__Task description__.
Print exactly those lines that run from the beginning of the data to the line bearing "regionRows: number;", inclusive.

__Stored data__.
-*-

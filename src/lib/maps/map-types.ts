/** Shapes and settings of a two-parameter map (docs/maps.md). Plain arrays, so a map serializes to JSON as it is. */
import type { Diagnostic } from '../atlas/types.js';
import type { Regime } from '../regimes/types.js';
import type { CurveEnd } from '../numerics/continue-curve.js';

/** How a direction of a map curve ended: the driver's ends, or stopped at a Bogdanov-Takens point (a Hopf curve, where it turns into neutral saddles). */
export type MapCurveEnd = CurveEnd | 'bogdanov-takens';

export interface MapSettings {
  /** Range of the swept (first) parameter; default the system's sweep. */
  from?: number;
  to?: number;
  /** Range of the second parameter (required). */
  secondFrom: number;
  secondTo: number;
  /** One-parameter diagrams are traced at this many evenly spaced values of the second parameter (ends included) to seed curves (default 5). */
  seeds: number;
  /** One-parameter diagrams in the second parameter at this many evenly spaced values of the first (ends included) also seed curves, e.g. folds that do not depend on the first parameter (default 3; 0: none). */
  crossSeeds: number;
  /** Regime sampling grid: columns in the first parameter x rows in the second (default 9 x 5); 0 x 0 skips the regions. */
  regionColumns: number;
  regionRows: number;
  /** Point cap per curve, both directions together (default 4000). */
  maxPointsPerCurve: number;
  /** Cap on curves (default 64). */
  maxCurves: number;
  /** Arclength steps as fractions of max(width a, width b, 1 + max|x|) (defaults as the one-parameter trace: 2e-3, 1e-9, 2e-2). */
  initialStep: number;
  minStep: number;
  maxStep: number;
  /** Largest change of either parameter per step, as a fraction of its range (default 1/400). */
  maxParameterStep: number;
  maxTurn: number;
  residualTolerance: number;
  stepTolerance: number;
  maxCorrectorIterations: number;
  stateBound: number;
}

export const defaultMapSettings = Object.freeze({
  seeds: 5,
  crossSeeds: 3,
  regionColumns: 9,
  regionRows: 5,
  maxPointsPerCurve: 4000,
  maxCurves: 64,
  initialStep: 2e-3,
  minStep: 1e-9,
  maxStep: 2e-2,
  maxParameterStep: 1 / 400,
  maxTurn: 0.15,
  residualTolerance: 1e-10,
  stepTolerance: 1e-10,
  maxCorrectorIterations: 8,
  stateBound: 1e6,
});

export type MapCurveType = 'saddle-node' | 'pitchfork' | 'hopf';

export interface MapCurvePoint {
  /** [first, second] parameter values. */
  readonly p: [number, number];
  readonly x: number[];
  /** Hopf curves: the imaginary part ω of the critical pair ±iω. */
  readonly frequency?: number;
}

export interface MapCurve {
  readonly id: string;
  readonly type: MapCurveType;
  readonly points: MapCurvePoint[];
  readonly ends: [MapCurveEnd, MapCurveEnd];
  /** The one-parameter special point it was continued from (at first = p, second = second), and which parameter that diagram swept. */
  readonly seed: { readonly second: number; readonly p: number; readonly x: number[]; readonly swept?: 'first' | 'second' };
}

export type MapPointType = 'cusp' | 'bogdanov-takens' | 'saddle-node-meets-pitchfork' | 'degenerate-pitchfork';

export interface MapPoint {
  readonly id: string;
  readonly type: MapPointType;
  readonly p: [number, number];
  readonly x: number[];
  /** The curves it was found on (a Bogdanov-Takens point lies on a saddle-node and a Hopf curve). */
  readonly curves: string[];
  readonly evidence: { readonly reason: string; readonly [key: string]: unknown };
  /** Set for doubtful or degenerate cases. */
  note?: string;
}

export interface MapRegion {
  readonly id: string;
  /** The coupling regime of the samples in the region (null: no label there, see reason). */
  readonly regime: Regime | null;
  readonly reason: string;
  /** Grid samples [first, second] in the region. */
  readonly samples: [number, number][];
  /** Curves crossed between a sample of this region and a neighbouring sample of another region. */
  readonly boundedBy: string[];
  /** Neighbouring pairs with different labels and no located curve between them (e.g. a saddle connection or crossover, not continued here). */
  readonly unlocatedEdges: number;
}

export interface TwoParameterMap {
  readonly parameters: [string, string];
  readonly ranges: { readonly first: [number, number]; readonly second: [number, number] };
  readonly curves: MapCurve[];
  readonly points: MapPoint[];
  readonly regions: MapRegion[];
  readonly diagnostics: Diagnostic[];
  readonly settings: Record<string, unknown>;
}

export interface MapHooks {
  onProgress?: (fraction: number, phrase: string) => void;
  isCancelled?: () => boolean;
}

-*-

__Task result__.
filename src/lib/maps/map-types.ts
/** Shapes and settings of a two-parameter map (docs/maps.md). Plain arrays, so a map serializes to JSON as it is. */
import type { Diagnostic } from '../atlas/types.js';
import type { Regime } from '../regimes/types.js';
import type { CurveEnd } from '../numerics/continue-curve.js';

/** How a direction of a map curve ended: the driver's ends, or stopped at a Bogdanov-Takens point (a Hopf curve, where it turns into neutral saddles). */
export type MapCurveEnd = CurveEnd | 'bogdanov-takens';

export interface MapSettings {
  /** Range of the swept (first) parameter; default the system's sweep. */
  from?: number;
  to?: number;
  /** Range of the second parameter (required). */
  secondFrom: number;
  secondTo: number;
  /** One-parameter diagrams are traced at this many evenly spaced values of the second parameter (ends included) to seed curves (default 5). */
  seeds: number;
  /** One-parameter diagrams in the second parameter at this many evenly spaced values of the first (ends included) also seed curves, e.g. folds that do not depend on the first parameter (default 3; 0: none). */
  crossSeeds: number;
  /** Regime sampling grid: columns in the first parameter x rows in the second (default 9 x 5); 0 x 0 skips the regions. */
  regionColumns: number;
  regionRows: number;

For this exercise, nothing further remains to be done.